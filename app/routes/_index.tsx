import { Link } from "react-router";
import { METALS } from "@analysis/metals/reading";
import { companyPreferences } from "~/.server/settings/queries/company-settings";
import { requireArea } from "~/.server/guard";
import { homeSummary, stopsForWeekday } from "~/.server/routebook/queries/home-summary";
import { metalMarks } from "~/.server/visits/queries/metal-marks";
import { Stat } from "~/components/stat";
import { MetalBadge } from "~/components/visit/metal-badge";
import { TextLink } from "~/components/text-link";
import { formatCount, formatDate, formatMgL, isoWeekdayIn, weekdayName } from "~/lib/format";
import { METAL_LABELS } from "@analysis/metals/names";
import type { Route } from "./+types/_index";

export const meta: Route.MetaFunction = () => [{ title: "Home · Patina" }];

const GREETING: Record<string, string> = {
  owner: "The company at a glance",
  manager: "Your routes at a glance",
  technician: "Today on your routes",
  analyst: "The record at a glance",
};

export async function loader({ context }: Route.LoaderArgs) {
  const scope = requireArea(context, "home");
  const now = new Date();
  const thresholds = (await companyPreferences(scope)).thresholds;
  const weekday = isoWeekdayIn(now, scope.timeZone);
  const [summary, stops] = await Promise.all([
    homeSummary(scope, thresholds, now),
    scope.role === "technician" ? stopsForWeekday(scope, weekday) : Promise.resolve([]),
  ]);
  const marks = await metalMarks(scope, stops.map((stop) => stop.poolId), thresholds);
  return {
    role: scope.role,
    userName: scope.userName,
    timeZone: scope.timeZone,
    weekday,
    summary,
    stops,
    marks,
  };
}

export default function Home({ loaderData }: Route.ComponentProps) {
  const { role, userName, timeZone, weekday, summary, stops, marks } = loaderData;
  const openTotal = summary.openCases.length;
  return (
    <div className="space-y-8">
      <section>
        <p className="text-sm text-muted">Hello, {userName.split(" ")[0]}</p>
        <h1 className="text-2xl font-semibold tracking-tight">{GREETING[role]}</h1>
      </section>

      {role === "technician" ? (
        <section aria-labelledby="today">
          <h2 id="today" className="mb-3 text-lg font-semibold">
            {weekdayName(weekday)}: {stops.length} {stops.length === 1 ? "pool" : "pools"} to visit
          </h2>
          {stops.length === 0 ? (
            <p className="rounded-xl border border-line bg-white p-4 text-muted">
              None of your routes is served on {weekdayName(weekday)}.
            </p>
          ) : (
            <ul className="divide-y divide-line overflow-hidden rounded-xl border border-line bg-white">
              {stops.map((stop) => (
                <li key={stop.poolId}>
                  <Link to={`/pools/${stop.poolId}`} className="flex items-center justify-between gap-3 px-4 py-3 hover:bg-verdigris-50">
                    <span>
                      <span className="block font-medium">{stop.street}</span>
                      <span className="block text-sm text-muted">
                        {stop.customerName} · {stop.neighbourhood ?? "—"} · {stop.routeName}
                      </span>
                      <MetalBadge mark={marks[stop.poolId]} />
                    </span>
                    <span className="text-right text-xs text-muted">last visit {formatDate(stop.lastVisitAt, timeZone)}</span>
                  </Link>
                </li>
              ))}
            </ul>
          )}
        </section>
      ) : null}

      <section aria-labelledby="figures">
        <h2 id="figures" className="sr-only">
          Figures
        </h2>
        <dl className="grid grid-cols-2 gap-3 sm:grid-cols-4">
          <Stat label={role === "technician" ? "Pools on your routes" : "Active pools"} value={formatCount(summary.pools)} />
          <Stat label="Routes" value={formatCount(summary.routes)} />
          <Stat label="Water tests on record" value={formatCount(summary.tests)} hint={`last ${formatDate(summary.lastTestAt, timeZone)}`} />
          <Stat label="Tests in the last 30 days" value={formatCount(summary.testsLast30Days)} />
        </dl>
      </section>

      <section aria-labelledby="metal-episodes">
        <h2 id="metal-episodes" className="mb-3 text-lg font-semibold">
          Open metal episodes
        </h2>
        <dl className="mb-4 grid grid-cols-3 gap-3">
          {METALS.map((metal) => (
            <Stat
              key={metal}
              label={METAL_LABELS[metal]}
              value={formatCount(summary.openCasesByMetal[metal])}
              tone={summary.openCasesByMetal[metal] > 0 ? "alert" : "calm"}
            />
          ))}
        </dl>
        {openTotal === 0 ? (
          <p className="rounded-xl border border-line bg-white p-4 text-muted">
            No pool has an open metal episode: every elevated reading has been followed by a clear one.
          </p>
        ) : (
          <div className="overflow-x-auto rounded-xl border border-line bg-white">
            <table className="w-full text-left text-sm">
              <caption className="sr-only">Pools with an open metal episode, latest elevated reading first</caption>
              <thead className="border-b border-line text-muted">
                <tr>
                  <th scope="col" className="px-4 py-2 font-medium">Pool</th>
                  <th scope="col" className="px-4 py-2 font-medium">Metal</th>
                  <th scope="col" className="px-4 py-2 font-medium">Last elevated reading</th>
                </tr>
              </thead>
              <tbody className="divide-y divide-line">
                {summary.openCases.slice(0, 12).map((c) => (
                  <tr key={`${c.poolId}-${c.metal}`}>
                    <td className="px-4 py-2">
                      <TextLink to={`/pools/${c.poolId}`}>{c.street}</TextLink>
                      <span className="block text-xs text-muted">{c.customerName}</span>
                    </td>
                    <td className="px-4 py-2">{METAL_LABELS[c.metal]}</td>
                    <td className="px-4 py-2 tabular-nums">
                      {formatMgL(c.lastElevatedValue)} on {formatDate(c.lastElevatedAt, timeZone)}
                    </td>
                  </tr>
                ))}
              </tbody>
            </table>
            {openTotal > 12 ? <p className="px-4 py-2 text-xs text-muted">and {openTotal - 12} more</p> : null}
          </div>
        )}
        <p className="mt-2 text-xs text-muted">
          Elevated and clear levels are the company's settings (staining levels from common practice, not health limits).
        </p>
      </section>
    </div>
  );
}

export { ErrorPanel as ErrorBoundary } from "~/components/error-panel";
----------------
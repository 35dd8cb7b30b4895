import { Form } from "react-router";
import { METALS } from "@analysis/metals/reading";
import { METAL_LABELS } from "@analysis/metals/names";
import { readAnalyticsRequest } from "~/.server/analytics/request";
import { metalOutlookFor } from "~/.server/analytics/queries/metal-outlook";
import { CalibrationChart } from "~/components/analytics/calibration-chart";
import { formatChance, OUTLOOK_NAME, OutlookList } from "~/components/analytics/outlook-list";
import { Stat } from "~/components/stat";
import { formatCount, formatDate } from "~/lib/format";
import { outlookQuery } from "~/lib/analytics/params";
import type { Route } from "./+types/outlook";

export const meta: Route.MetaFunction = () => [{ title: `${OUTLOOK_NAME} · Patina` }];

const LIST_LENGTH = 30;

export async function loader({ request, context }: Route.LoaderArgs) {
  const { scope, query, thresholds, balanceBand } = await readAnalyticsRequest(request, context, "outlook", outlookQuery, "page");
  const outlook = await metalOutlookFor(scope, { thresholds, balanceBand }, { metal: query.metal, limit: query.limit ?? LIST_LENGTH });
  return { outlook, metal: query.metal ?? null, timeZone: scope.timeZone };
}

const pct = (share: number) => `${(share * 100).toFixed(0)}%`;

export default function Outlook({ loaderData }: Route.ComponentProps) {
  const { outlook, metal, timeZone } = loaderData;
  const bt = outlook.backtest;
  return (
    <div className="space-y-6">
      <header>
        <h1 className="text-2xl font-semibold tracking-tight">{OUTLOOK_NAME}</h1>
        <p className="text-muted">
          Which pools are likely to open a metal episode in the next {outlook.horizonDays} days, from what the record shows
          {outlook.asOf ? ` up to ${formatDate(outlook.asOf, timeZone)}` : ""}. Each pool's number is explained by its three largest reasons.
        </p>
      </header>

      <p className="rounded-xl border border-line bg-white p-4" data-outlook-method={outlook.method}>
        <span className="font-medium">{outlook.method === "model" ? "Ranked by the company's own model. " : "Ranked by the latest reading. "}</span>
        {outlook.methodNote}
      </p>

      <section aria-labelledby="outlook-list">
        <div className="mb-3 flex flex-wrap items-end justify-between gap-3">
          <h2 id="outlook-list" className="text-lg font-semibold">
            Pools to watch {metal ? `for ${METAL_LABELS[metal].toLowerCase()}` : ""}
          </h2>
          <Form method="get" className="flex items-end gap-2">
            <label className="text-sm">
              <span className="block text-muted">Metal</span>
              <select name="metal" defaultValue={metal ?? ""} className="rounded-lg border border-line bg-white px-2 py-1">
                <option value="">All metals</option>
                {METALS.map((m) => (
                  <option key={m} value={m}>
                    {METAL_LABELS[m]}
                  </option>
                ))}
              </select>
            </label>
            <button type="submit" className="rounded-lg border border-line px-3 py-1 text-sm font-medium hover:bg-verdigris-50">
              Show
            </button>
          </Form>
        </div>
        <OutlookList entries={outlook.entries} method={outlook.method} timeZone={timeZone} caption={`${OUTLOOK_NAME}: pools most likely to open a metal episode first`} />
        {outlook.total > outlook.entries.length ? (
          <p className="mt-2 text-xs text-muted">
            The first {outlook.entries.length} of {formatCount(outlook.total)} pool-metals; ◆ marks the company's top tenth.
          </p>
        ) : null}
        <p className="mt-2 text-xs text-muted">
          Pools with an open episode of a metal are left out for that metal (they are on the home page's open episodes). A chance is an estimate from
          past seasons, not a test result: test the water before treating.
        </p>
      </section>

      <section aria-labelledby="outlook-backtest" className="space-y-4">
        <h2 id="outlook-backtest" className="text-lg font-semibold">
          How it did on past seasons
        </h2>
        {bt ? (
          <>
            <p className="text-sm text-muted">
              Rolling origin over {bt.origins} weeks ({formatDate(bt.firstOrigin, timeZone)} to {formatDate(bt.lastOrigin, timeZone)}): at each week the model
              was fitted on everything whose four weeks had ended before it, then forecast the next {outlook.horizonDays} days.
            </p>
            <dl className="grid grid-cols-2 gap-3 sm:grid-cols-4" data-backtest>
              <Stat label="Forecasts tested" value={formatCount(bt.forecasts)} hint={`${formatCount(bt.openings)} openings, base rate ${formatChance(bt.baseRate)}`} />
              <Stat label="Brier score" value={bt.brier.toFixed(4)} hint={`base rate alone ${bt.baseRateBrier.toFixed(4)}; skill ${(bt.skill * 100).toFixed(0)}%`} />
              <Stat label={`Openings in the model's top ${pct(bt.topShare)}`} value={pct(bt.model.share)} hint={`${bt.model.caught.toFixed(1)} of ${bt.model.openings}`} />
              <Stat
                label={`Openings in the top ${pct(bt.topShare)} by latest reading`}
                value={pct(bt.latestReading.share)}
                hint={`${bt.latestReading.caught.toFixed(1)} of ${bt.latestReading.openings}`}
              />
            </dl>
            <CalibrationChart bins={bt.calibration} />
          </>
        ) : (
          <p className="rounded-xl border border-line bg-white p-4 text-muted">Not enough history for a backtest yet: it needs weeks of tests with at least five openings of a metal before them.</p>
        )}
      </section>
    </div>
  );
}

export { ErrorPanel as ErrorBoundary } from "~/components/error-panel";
----------------
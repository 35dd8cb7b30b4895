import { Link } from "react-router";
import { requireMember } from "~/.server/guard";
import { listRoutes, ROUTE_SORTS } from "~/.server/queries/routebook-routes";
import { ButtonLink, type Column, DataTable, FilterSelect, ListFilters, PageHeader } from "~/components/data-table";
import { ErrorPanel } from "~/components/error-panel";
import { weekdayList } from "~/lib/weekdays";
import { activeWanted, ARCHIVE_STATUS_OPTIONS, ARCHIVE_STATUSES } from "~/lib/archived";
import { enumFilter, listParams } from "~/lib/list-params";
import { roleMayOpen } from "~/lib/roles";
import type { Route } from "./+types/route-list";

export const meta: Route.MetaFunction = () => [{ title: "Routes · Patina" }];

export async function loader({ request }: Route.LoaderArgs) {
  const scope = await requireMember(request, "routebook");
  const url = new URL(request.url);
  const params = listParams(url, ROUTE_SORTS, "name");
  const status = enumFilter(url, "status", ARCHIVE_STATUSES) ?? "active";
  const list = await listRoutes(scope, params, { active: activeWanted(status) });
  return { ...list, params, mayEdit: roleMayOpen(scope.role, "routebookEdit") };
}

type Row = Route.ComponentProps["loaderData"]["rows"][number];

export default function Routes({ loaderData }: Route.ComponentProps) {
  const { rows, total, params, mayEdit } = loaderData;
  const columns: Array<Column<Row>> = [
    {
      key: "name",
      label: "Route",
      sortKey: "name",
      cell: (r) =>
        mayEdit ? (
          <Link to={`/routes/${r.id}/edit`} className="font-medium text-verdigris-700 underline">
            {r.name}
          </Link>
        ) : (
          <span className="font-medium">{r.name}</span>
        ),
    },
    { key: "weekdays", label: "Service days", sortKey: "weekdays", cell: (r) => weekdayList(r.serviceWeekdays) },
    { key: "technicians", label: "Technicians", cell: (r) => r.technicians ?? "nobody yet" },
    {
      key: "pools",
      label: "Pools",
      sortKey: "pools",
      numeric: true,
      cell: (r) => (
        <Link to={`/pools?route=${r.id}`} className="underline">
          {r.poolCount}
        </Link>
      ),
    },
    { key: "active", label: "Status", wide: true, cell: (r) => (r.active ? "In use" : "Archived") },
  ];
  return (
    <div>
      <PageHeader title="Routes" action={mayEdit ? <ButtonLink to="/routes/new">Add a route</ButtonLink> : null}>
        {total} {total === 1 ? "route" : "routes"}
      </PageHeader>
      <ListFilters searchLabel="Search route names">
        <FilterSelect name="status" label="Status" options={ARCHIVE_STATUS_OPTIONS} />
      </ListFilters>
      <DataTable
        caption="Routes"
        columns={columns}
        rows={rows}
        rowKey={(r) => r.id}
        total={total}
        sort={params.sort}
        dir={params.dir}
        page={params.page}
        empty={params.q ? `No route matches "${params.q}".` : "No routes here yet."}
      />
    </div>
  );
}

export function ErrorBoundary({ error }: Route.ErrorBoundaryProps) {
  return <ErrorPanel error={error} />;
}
----------------
_Task to carry out_
Extract from the listing above the lines between the line containing "const GREETING: Record<string, string>" and the line containing "const now = new Date();", keeping both of those lines. Output nothing else.

_Output for this exercise_
const GREETING: Record<string, string> = {
  owner: "The company at a glance",
  manager: "Your routes at a glance",
  technician: "Today on your routes",
  analyst: "The record at a glance",
};

export async function loader({ context }: Route.LoaderArgs) {
  const scope = requireArea(context, "home");
  const now = new Date();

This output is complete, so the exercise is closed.